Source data
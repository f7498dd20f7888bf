// Gases against published check values and tables, row by row, by their names in the catalogue.
#include "convelope/catalogue/fluids_gases.hpp"

#include "fluid_rows.hpp"

TEST_CASE("gases: published values") {
  fluid_rows::check("fluids_gases.csv", 333, convelope::catalogue::gas_entries);
}

TEST_CASE("gases: a row with a mistake does not pass") {
  fluid_rows::check_reader(
      {"air-us76", "T=288.15", "mu", "1.7894e-5", "3.1e-05", "U.S. Standard Atmosphere 1976"},
      convelope::catalogue::gas_entries);
  fluid_rows::check_reader(
      {"nitrogen-lj", "T=300;rhom=0", "mu", "17.8771e-6", "3.1e-06", "Lemmon and Jacobsen 2004"},
      convelope::catalogue::gas_entries);
}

* [Your assignment]: What number of lines in the records hold "convelope"? Reply with that number alone.

* [Answer to this problem]: 4